In this study, I have made a modest empirical attempt to reconstruct from scattered sources and incomplete records the history of population change in the Brahmaputra Valley of Assam of the period 1881 to 1931, covering five decades of demographic transition. In its restricted sense, this is a work on the regional historical demography of Assam and would form part of the larger corpus of knowledge called Regional Population Accounting or Regional Human Book-keeping. It is well-known, but nonetheless important to observe, that demography, construed as accounting of human units and of vital events, is a science of measurement of historical phenomena. No such science can be effectively designed without understanding what it exactly intends to measure and what the measurement signifies. It is also important to know to what extent this science can be reasonably expected to measure demographic phenomena whose dynamics operate ceaselessly.
Poverty and Population Explosion are generally co-related in both popular and professional opinion current at this time. The movement of people and immigration, in its economic aspects, often figures in discussions at both laical and scientific levels. Likewise, vital events like births and deaths are no less commonly discussed and debated topics in connection with problems of birth control and the general improvement of health and hygiene and the consequent rise in the expectation of life.

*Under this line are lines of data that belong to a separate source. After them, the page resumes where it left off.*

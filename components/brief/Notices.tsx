// The notices above a version's content: fictional data, the language of its texts, withdrawal,
// embargo, a newer version.
import { useTranslation } from "react-i18next";
import type { BriefHeader, PageState } from "#core/publication/brief-page";
import { briefUrl, versionUrl } from "#core/publication/urls";
import { useIntl } from "../i18n";

/**
 * The opening of a page within a version (one comparison, the reader's side-by-side): the version's
 * notices, the way back to the version's page, and the page's title.
 */
export function WithinVersionOpening({ view, translation, back, title }: { view: BriefHeader & PageState; translation: TranslationState; back: string; title: string }) {
  const intl = useIntl();
  return (
    <>
      <VersionBanners view={view} translation={translation} />
      <p className="font-sans text-sm">
        <a href={intl.href(versionUrl({ slug: view.slug, version: view.version }))}>{back}</a>
      </p>
      <h1 className="mt-3 text-4xl leading-tight font-semibold tracking-tight">{title}</h1>
    </>
  );
}

/** Everything shown above a version's content, for its brief page and its comparison pages. */
export function VersionBanners({ view, translation }: { view: BriefHeader & PageState; translation: TranslationState }) {
  return (
    <>
      {view.demo ? <DemoBanner /> : null}
      {translation ? <TranslationNotice translation={translation} /> : null}
      <VersionNotices
        withdrawal={view.withdrawal}
        embargoed={view.embargoed}
        releaseAt={view.releaseAt}
        timeZone={view.timeZone}
        version={view.version}
        latestVersion={view.latestVersion}
        latestHref={briefUrl(view.slug)}
      />
    </>
  );
}

/** null on English pages; otherwise when the version's texts were published in the reader's language, if they were. */
export type TranslationState = { locale: string; publishedAt: string | null; open: string[] } | null;

/**
 * A translated page says when its translation was published; a page whose texts are not translated
 * yet says so in the reader's language, before the original texts (the generated sentences, groups and
 * cautions are always in the reader's language).
 */
function TranslationNotice({ translation }: { translation: NonNullable<TranslationState> }) {
  const { t } = useTranslation();
  const intl = useIntl();
  const date = intl.date({ dateStyle: "long", timeZone: "UTC" });
  return (
    <p role="note" className="mb-8 border-s-4 border-rule bg-white p-4 font-sans text-sm" data-testid="translation-notice">
      {!translation.publishedAt
        ? t("brief.translation.none")
        : translation.open.length > 0
          ? t("brief.translation.partial", { date: date.format(new Date(translation.publishedAt)) })
          : t("brief.translation.published", { date: date.format(new Date(translation.publishedAt)) })}
    </p>
  );
}

function DemoBanner() {
  const { t } = useTranslation();
  return (
    <p role="note" className="mb-8 border border-accent px-4 py-3 font-sans text-sm text-accent" data-testid="demo-banner">
      <strong className="font-semibold">{t("brief.demo.title")}</strong> {t("brief.demo.body")}
    </p>
  );
}

function VersionNotices({
  withdrawal,
  embargoed,
  releaseAt,
  timeZone,
  version,
  latestVersion,
  latestHref,
}: {
  withdrawal: { at: string; reason: string } | null;
  embargoed: boolean;
  releaseAt: string;
  timeZone: string;
  version: number;
  latestVersion: number;
  latestHref: string;
}) {
  const { t } = useTranslation();
  const intl = useIntl();
  const when = intl.date({ dateStyle: "long", timeStyle: "short", timeZone: "UTC" });
  const release = intl.moment(releaseAt, timeZone);
  return (
    <>
      {withdrawal ? (
        <section role="alert" aria-labelledby="withdrawn-title" className="mb-8 border-s-4 border-ink bg-white p-4" data-testid="withdrawn">
          <h2 id="withdrawn-title" className="font-sans text-sm font-semibold uppercase tracking-wide">
            {t("brief.withdrawn.title", { date: when.format(new Date(withdrawal.at)) })}
          </h2>
          <p className="mt-1">{withdrawal.reason}</p>
          <p className="mt-1 text-sm text-muted">{t("brief.withdrawn.kept")}</p>
        </section>
      ) : null}
      {embargoed ? (
        <p role="note" className="mb-8 border-s-4 border-accent bg-white p-4 font-sans text-sm" data-testid="embargo">
          {t("brief.embargo", { date: release })}
        </p>
      ) : null}
      {version < latestVersion ? (
        <p role="note" className="mb-8 border-s-4 border-rule bg-white p-4 font-sans text-sm">
          {t("brief.olderVersion", { version, latest: latestVersion })} <a href={intl.href(latestHref)}>{t("brief.readLatest")}</a>
        </p>
      ) : null}
    </>
  );
}

/**
 * The findings of a withdrawn brief, kept for the record: under a label that stays in view while they
 * scroll past, inside a hatched margin, so that no one reads or screenshots them as current.
 */
export function WithdrawnFindings({ withdrawn, children }: { withdrawn: boolean; children: React.ReactNode }) {
  const { t } = useTranslation();
  if (!withdrawn) return <>{children}</>;
  return (
    <div className="withdrawn-findings mt-10 border-s-8 ps-4" data-testid="withdrawn-findings">
      <p className="sticky top-0 z-10 border-b-2 border-ink bg-white py-2 font-sans text-sm font-semibold">{t("brief.withdrawn.findings")}</p>
      {children}
    </div>
  );
}


/**
 * Where a passage of a partly translated version is shown in the original: its language set, and a
 * mark saying it is not yet translated (docs/brief-lifecycle.md). Nothing on a page in the original's language.
 */
export function useUntranslated(translation: TranslationState) {
  const { t } = useTranslation();
  const open = new Set(translation?.publishedAt ? translation.open : []);
  return {
    /** The lang attribute of a field's text: "en" where it is shown in the original. */
    lang: (field: string) => (translation && (!translation.publishedAt || open.has(field)) ? "en" : undefined),
    /** The mark after a field shown in the original though the rest is translated. */
    mark: (field: string) =>
      open.has(field) ? (
        <span className="ms-2 inline-block border border-ink px-1.5 align-middle font-sans text-xs font-normal" data-testid="not-translated">
          {t("brief.translation.passage")}
        </span>
      ) : null,
  };
}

The complete socio-economic study of any region must start from a study of its population. Such a study has to do with things which are of vital concern for the continuing welfare of various socio-economic and ethnic groups. The number of human units in any space preconditions not only the Types of mutual relationships but also the level and degree of social cultural and economic advancement. In this sense, no study can be more fundamentally important and at the same time more generally useful and interesting than a study of regional demographic change. It is true that a demographic study such as recorded in this volume may be concerned primarily with a period of the past, but it does not lose its value for this reason as present demographic facts are undeniably linked with the past. With these facts in mind, I have under- taken a study of population dynamics of the Brahmaputra Valley of Assam during the period 1881-1931. In this study, I have analysed population demographically from four major points of view: number and distribution; composition, components and characteristics; nature of dynamic vital processes; and trends and fluctuations. I have explained at the appropriate place the scope and objective of the study, including the methodology adopted and the sources of statistical data and documentary evidences used.